2021年11月25日、玉城デニー沖縄県知事は、防衛省による大浦湾側の「変更承認申請」に「不承認」処分で答えた。やっと重い腰を上げたのだ。今私が注目していることは、いささか別の問題・視点にある。
11月28日10時過ぎ、私は東京で電車に乗っていた。そこへ、お二人から立て続けに同じ記事のことが伝えられた。ひとりは、ご自身の地元紙が沖縄のことを載せているのは珍しいと、「2015年から軟弱地盤だと国は知っていた」とあるよと。そしてジャーナリストの先輩からは、同様の記事が沖縄タイムスに出ているが、「間の抜けた記事だ」と伝えられた。
下車後、私は、東京新聞を買い、お二人の情報を確認した。これは、もしかして…。今だからこそ 改めて、読み直すべきではないかと、私は直感した。
③欺され続けてきた私たち
思えば、普天間基地の「返還」が日米政府で合意されたのは1996年12月のSACO合意。あれから25年が経過した。しかし普天間基地は、25年経った今でも全く揺らいでいない。「負担軽減」とは名ばかりだ。日米政府は、「普天間移設」を唱え、これが「唯一の解決策」だと主張し続けている。全国各地の新聞も同様の報道しかしていない。沖縄では「新基地建設」であり、沖縄の民意は反対だと書いている(八重山日報を除く)。
今、私が主張したいことは、この「普天間・新基地」問題に収斂させてはならないということだ。時は25年を経て、沖縄・琉球諸島が〈対中軍事戦略〉の最前線におし上げられてしまった。米国海軍基地佐世保と沖縄は離れているから、沖縄に米軍基地が集中している合理性はないなどと論陣を張る人がいる。しかし、そうした意見は、米中が張り合う時代の波に乗り越えられ、論拠を崩されてしまったのではないか。
米国は2006年の「グアム再編」(以降)で沖縄の米国海兵隊をグアム・ハワイ・オーストラリアなどに下げ、日本軍(「自衛隊」)を前に出したがっていた。今や、再び米国・米軍が台湾有事まで想定し、中国と事を構える軍事戦略・軍事態勢を組もうとしている。

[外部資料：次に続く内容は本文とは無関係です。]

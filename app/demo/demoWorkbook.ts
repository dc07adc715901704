import { emptyWorkbook, type Workbook } from '../../src';
import { demoOrders } from './demoOrders';
import { demoProducts } from './demoProducts';

/** An invented plant with invented suppliers and customers, to start from. Every figure in it is made up. */
export function demoWorkbook(id = 'demo'): Workbook {
  return {
    ...emptyWorkbook(id, 'Kalverhook Blending (invented plant)'),
    invented: true,
    products: demoProducts(),
    orders: demoOrders(),
  };
}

私は一連の現実を直視したい。沖縄の私たちは、欺され続けてきたのではないか。「軟弱地盤だから予定通りできないと安心して、いいのだろうか?!」 そのカラクリを考えたい。
(Ⅱ)米国・米軍は新基地建設の当事者だ
①2つの文書から
玉城知事が「不承認処分」を出した。私もこれを支持し歓迎している。一方で、新基地建設を巡る行政的な進行は、国と沖縄県の対立が前面に立っている。私たちは問題の本質がどこにあるのかを、はぐらかされてきたのではあるまいか。

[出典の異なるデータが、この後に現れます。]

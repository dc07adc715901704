import { afterEach, beforeEach, expect, test, vi } from 'vitest';
import { askSecondEngine, type Opinion } from '../../../app/worker/secondOpinion';
import { FakeWorkers, orderOf } from './fakeWorker';

let workers: FakeWorkers;
let said: Opinion[];
let giveUp: () => void;

beforeEach(() => {
  vi.useFakeTimers();
  workers = new FakeWorkers();
  said = [];
  const settings = { createWorker: workers.create, timeLimitMs: 8000, graceMs: 5000 };
  giveUp = askSecondEngine(orderOf(10), settings, (opinion) => void said.push(opinion));
});

afterEach(() => vi.useRealTimers());

test('the second engine solves the order in a worker of its own, which is ended then', () => {
  expect(workers.made.map(({ kind }) => kind)).toEqual(['javascript']);
  expect(workers.last.asked[0]).toMatchObject({ order: { batchTonnes: 10 }, timeLimitMs: 8000 });
  workers.last.say({ kind: 'ready' });
  workers.last.answer(913);
  expect(said).toMatchObject([{ kind: 'answered', outcome: { costPerTonne: 913 } }]);
  expect(workers.last.terminated).toBe(true);
});

test('an engine that hangs is ended, and that is said', () => {
  vi.advanceTimersByTime(12_999);
  expect(said).toEqual([]);
  vi.advanceTimersByTime(1);
  expect(said).toEqual([{ kind: 'silent', afterMs: 13_000 }]);
  expect(workers.last.terminated).toBe(true);
});

test('a breakdown and an error are told once', () => {
  workers.last.crash('out of memory');
  workers.last.crash('out of memory');
  expect(said).toEqual([{ kind: 'failed', message: 'out of memory' }]);
});

test('given up, it says nothing more', () => {
  giveUp();
  expect(workers.last.terminated).toBe(true);
  vi.advanceTimersByTime(60_000);
  expect(said).toEqual([]);
});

私が示した先の記事「軟弱地盤15年に把握」(共同通信の配信記事)は、事情を知る人から見ると、確かに、何を今更だ。沖縄の市民運動が情報公開請求し、主張し続けてきた周知の事実。それでも私は今回の報道の意義を次の点にあると考える。
(a)当事者である防衛省が認めたことの重さ。これを裏返すと、国は何故19年1月まで認めなかったのかという問題が浮上してくる。18年12月14日、防衛省は辺野古側の海に護岸建設をすすめ、閉じた壁に土砂投入を始めた。先ずは辺野古側の工事強行だと、工事を進めてきた。そして工事強行を既成事実に、自然を壊すばかりか、沖縄の自治権を侵し続けている。

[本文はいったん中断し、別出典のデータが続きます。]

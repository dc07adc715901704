import { afterEach, beforeEach, describe, expect, test, vi } from 'vitest';
import { createSolverClient, type SolverClient } from '../../../app/worker/solverClient';
import { explanationOf, FakeWorkers, orderOf, outcomeOf } from './fakeWorker';

let workers: FakeWorkers;
let client: SolverClient;

beforeEach(() => {
  vi.useFakeTimers();
  workers = new FakeWorkers();
  client = createSolverClient({ createWorker: workers.create });
});

afterEach(() => {
  client.dispose();
  vi.useRealTimers();
});

/** Solves an order and keeps what is said about it. */
function solve(batchTonnes: number): string[] {
  const said: string[] = [];
  client.solve(orderOf(batchTonnes), {
    onProgress: ({ nodes }) => void said.push(`progress ${nodes}`),
    onOutcome: ({ costPerTonne, stopped }, notice) =>
      void said.push(`${stopped} ${costPerTonne} ${notice ?? ''}`.trim()),
    onFailed: (message) => void said.push(`failed: ${message}`),
    onDropped: () => void said.push('dropped'),
  });
  return said;
}

const batches = () => workers.made.map(({ asked }) => asked.map(({ order }) => order.batchTonnes));

describe('the latest order wins', () => {
  test('no worker is made before there is something to solve', () => {
    expect(workers.made).toHaveLength(0);
  });

  test('one solve runs, the newest waits, those between are dropped', () => {
    const said = [1, 2, 3, 4].map(solve);
    expect(batches()).toEqual([[1]]);
    workers.last.say({ kind: 'ready' });
    workers.last.answer(900);
    expect(batches()).toEqual([[1, 4]]);
    workers.last.answer(950);
    expect(said).toEqual([['finished 900'], ['dropped'], ['dropped'], ['finished 950']]);
  });

  test('a slow solve is cancelled for the newer order, and its half answer not shown', () => {
    const first = solve(1);
    workers.last.say({ kind: 'ready' });
    const second = solve(2);
    vi.advanceTimersByTime(399);
    expect(workers.last.heard).toHaveLength(1);
    vi.advanceTimersByTime(1);
    expect(workers.last.heard.at(-1)).toEqual({ kind: 'cancel', id: 1 });
    workers.last.answer(999, 'cancelled');
    workers.last.answer(950);
    expect(first).toEqual(['dropped']);
    expect(second).toEqual(['finished 950']);
  });

  test('an answer that was ready before the cancel arrived still counts', () => {
    const first = solve(1);
    workers.last.say({ kind: 'ready' });
    solve(2);
    vi.advanceTimersByTime(400);
    workers.last.answer(900);
    expect(first).toEqual(['finished 900']);
  });

  test('progress and answers of another id are not taken', () => {
    const said = solve(1);
    workers.last.say({ kind: 'progress', id: 77, progress: { milliseconds: 1, nodes: 5 } });
    workers.last.say({ kind: 'progress', id: 1, progress: { milliseconds: 1, nodes: 6 } });
    expect(said).toEqual(['progress 6']);
  });
});

describe('cancelling', () => {
  test('ends the running solve with what it has, and forgets the one that waits', () => {
    const first = solve(1);
    workers.last.say({ kind: 'ready' });
    const second = solve(2);
    client.cancel();
    workers.last.answer(999, 'cancelled');
    expect(first).toEqual(['cancelled 999']);
    expect(second).toEqual(['dropped']);
    expect(batches()).toEqual([[1]]);
  });

  test('a worker that does not hear the cancel is ended, and that is said', () => {
    const said = solve(1);
    workers.last.say({ kind: 'ready' });
    client.cancel();
    vi.advanceTimersByTime(2_000);
    expect(workers.last.terminated).toBe(true);
    expect(said[0]).toMatch(/^failed: Cancelled: the solver had to be ended, so there is no answer/);
    solve(2);
    expect(batches()).toEqual([[1], [2]]);
  });

  test('with nothing to solve does nothing', () => {
    client.cancel();
    expect(workers.made).toHaveLength(0);
  });
});

describe('cancelling by subject', () => {
  const quiet = { onOutcome: () => {}, onFailed: () => {} };

  test('leaves the solve of another subject alone, with all the time it needs', () => {
    client.solve(orderOf(1), quiet, 'a');
    workers.last.say({ kind: 'ready' });
    const dropped: string[] = [];
    client.solve(orderOf(2), { ...quiet, onDropped: (why) => void dropped.push(why) }, 'b');
    client.cancel('b');
    vi.advanceTimersByTime(5_000);
    expect(dropped).toEqual(['by the user']);
    expect(workers.last.heard.map(({ kind }) => kind)).toEqual(['solve']);
    client.cancel('a');
    expect(workers.last.heard.at(-1)).toEqual({ kind: 'cancel', id: 1 });
  });
});

test('an order cancelled while the engine loads is not sent to the second engine when that fails', () => {
  const said = solve(1);
  client.cancel();
  workers.last.say({ kind: 'no engine', message: 'blocked' });
  expect(said).toEqual([expect.stringMatching(/^failed: Cancelled/)]);
  expect(batches()).toEqual([[1]]);
  solve(2);
  expect(workers.last.kind).toBe('javascript');
  expect(batches()).toEqual([[1], [2]]);
});

describe('a worker in trouble', () => {
  test('one that breaks down is replaced, the order sent once more, and the user told', () => {
    const said = solve(1);
    workers.last.say({ kind: 'ready' });
    workers.last.crash('out of memory');
    expect(workers.made.map(({ kind, terminated }) => [kind, terminated])).toEqual([
      ['highs', true],
      ['highs', false],
    ]);
    expect(batches()).toEqual([[1], [1]]);
    workers.last.say({ kind: 'ready' });
    workers.last.answer(900);
    expect(said).toEqual([
      'finished 900 The solver broke down and was started again; this answer comes from the new start.',
    ]);
  });

  test('breaking down twice on one order is the end of that order, not of the next', () => {
    const said = solve(1);
    for (const reason of ['first', 'second']) {
      workers.last.say({ kind: 'ready' });
      workers.last.crash(reason);
    }
    expect(said).toHaveLength(1);
    expect(said[0]).toMatch(
      /^failed: The solver broke down twice on this order \(second\)\. Change the order or reload/,
    );
    solve(2);
    expect(batches()).toEqual([[1], [1], [2]]);
  });

  test('one that breaks down while idle is replaced without a word', () => {
    const said = solve(1);
    workers.last.say({ kind: 'ready' });
    workers.last.answer(900);
    workers.last.crash('idle');
    solve(2);
    expect(said).toEqual(['finished 900']);
    expect(batches()).toEqual([[1], [2]]);
  });

  test('one that hangs is replaced after its time limit and a grace', () => {
    const said = solve(1);
    workers.last.say({ kind: 'ready' });
    vi.advanceTimersByTime(24_999);
    expect(workers.made).toHaveLength(1);
    vi.advanceTimersByTime(1);
    expect(batches()).toEqual([[1], [1]]);
    workers.last.say({ kind: 'ready' });
    vi.advanceTimersByTime(25_000);
    expect(said[0]).toMatch(/^failed: The solver stopped answering twice on this order/);
  });

  test('progress is a sign of life', () => {
    solve(1);
    workers.last.say({ kind: 'ready' });
    for (let step = 0; step < 4; step += 1) {
      vi.advanceTimersByTime(20_000);
      workers.last.say({ kind: 'progress', id: 1, progress: { milliseconds: 1, nodes: step } });
    }
    expect(workers.made).toHaveLength(1);
  });

  test('a late word from a worker that was ended counts no more', () => {
    const said = solve(1);
    const first = workers.last;
    first.say({ kind: 'ready' });
    first.crash('gone');
    first.answer(111);
    expect(said).toEqual([]);
  });

  test('an error inside the solve is told', () => {
    const said = solve(1);
    workers.last.say({ kind: 'ready' });
    workers.last.say({ kind: 'error', id: 1, message: 'no such row' });
    expect(said[0]).toMatch(/^failed: The solver broke off \(no such row\)/);
  });
});

describe('the second engine', () => {
  const NOTICE = /so a slower one answers\. Reload the page to try the main one again\.$/;

  test('answers where the wasm does not load, and each answer says so', () => {
    const first = solve(1);
    workers.last.say({ kind: 'no engine', message: 'wasm refused' });
    expect(workers.made.map(({ kind }) => kind)).toEqual(['highs', 'javascript']);
    expect(workers.made[0]?.terminated).toBe(true);
    workers.last.say({ kind: 'ready' });
    workers.last.answer(900);
    const second = solve(2);
    workers.last.answer(950);
    expect(first[0]).toMatch(/^finished 900 The main solver could not be loaded \(wasm refused\)/);
    expect(first[0]).toMatch(NOTICE);
    expect(second[0]).toMatch(NOTICE);
    expect(workers.made).toHaveLength(2);
  });

  test('answers where the main worker breaks down before it is ready', () => {
    solve(1);
    workers.last.crash('');
    expect(workers.made.map(({ kind }) => kind)).toEqual(['highs', 'javascript']);
  });

  test('answers where the main solver has not loaded in a minute', () => {
    solve(1);
    vi.advanceTimersByTime(60_000);
    expect(batches()).toEqual([[1], [1]]);
    expect(workers.last.kind).toBe('javascript');
  });

  test('that hangs is killed, and the user told what to do', () => {
    const said = solve(1);
    workers.last.say({ kind: 'no engine', message: 'x' });
    workers.last.say({ kind: 'ready' });
    vi.advanceTimersByTime(13_000);
    expect(workers.last.terminated).toBe(true);
    expect(said[0]).toMatch(
      /^failed: The slower solver did not answer in 13 s and was ended\. Change a limit a little/,
    );
    solve(2);
    expect(workers.last.kind).toBe('javascript');
    expect(batches()).toEqual([[1], [1], [2]]);
  });

  test('where no worker can be made at all, that is said once', () => {
    client = createSolverClient({
      createWorker() {
        throw new Error('workers refused');
      },
    });
    const said = solve(1);
    expect(said).toHaveLength(1);
    expect(said[0]).toMatch(/^failed: No solver can be started here \(workers refused\)/);
  });
});

describe('questions', () => {
  function ask(batchTonnes: number): string[] {
    const said: string[] = [];
    const order = orderOf(batchTonnes);
    client.ask(
      { kind: 'recipe', order, outcome: outcomeOf(900) },
      {
        onTold: ({ value }) => void said.push(`told after ${value && 'solves' in value ? value.solves : '?'}`),
        onFailed: (message) => void said.push(`failed: ${message}`),
        onDropped: () => void said.push('dropped'),
      },
    );
    return said;
  }
  const askedAbout = () => workers.last.questions.map(({ question }) => question.order.batchTonnes);

  test('are asked one after the other, once nothing is to be solved', () => {
    solve(1);
    const said = [ask(1), ask(2)];
    workers.last.say({ kind: 'ready' });
    expect(askedAbout()).toEqual([]);
    workers.last.answer(900);
    expect(askedAbout()).toEqual([1]);
    workers.last.tell(explanationOf(7));
    expect(askedAbout()).toEqual([1, 2]);
    workers.last.tell(explanationOf(8));
    expect(said).toEqual([['told after 7'], ['told after 8']]);
  });

  test('give way to an order, which is sent at once and under a newer number', () => {
    const said = [ask(1), ask(2)];
    workers.last.say({ kind: 'ready' });
    const solved = solve(3);
    expect(said).toEqual([['dropped'], ['dropped']]);
    expect(workers.last.asked.at(-1)?.id).toBeGreaterThan(workers.last.questions.at(-1)?.id ?? Infinity);
    // The question ends with what it has, which nobody waits for any more.
    workers.last.tell(explanationOf(1));
    workers.last.answer(950);
    expect(said).toEqual([['dropped'], ['dropped']]);
    expect(solved).toEqual(['finished 950']);
  });

  test('that does not end for an order costs its worker, and the order is sent anew', () => {
    ask(1);
    workers.last.say({ kind: 'ready' });
    const solved = solve(3);
    vi.advanceTimersByTime(1500);
    expect(workers.made).toHaveLength(2);
    workers.last.say({ kind: 'ready' });
    workers.last.answer(950);
    expect(solved[0]).toMatch(/^finished 950 .*started again/);
  });

  test('that gets no answer is told as missing, and the next one goes to a new worker', () => {
    const said = [ask(1), ask(2)];
    workers.last.say({ kind: 'ready' });
    vi.advanceTimersByTime(15_000);
    expect(said[0]?.[0]).toMatch(/did not answer in time.*the answer itself stands/);
    expect(workers.made).toHaveLength(2);
    workers.last.say({ kind: 'ready' });
    workers.last.tell(explanationOf(9));
    expect(said[1]).toEqual(['told after 9']);
  });

  test('that breaks off says so, and does not keep an order waiting', () => {
    const said = ask(1);
    workers.last.say({ kind: 'ready' });
    workers.last.say({ kind: 'error', id: workers.last.questions[0]?.id ?? 0, message: 'out of memory' });
    expect(said).toEqual(['failed: out of memory']);
    const solved = solve(2);
    workers.last.answer(900);
    expect(solved).toEqual(['finished 900']);
  });

  test('are asked of the second engine where the first cannot be had', () => {
    const said = ask(1);
    workers.last.say({ kind: 'no engine', message: 'wasm refused' });
    expect(workers.last.kind).toBe('javascript');
    workers.last.say({ kind: 'ready' });
    workers.last.tell(explanationOf(3));
    expect(said).toEqual(['told after 3']);
  });
});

米日安保政治に引きつけて考えよう。2015年4月27日、米日軍事指針を改定し、同年9月19日安保法制を強行採決。日本政府は、こうした反対運動を抑えこみ、沖縄を分断し、日本国(日本国民)の米国への従属を一層推し進めてきた。
(b)15年4月に関する報道と、2020年4月21日付け「埋立地用途変更/設計概要変更承認申請書」(沖縄防衛局)の中から見えてきたこと。私はこの申請書(全文19頁)を読んでいた。沖縄防衛局は、変更申請の根拠(軟弱地盤の具体性)を示さず、改善策も曖昧だ。こんな申請書で「承認しろ」という方が、無理強いであり、そもそもおかしい。沖縄県を見下した文書だ。
私は、この中に記載されている次の字句に注目した。「米軍の要望を踏まえ、斜路(引用者註:海から水陸両用装甲車等が基地に上がり下りする道)の向き等が変更になった」(p2、p15)とある。新たな米軍飛行場等の建設であり、防衛省が米軍の要望を取入れることは、そうだろう。しかし沖縄防衛局(防衛省)が提出した公文書に「米軍の要望」が出た事が重大な意味をもつ。
ここで考えるべき事は、「15年4月」に軟弱地盤を知った防衛省は、米軍にこのことを報告しただろう。日米関係の主導権を常に握っているのは米国だ。日本政府が米国政府に隠し事ができるとは考えられない。この衝撃は、在沖米軍・在日米軍どころか、米国政府国防省・国務省にも伝えられただろう。当然、彼等自身も軟弱地盤について詳細に検討したはずだ。このへんの事実関係は全く隠されている。防衛省が検討し、様々な「米軍の要望」をまとめた「滓(カス)」が先の承認申請書だろう。結果、変更申請を沖縄県に提出するのに5年もかかった。もちろん防衛省としても、詭計を巡らせてきただろう。日本政府は、この一連の工事の当事者たる米軍を後景に隠し、深いベールを被せてきたのではないだろうか。
②米日地位協定と「日米合同委員会合意事案概要」から考える
私が「日米関係」なる言葉を使うことは限定的だ。普段「米日関係」「米日同盟」と言っている。誠に遺憾ながら、米国が決定権を握っているからだ。安保・軍事関係については露骨にそうだ。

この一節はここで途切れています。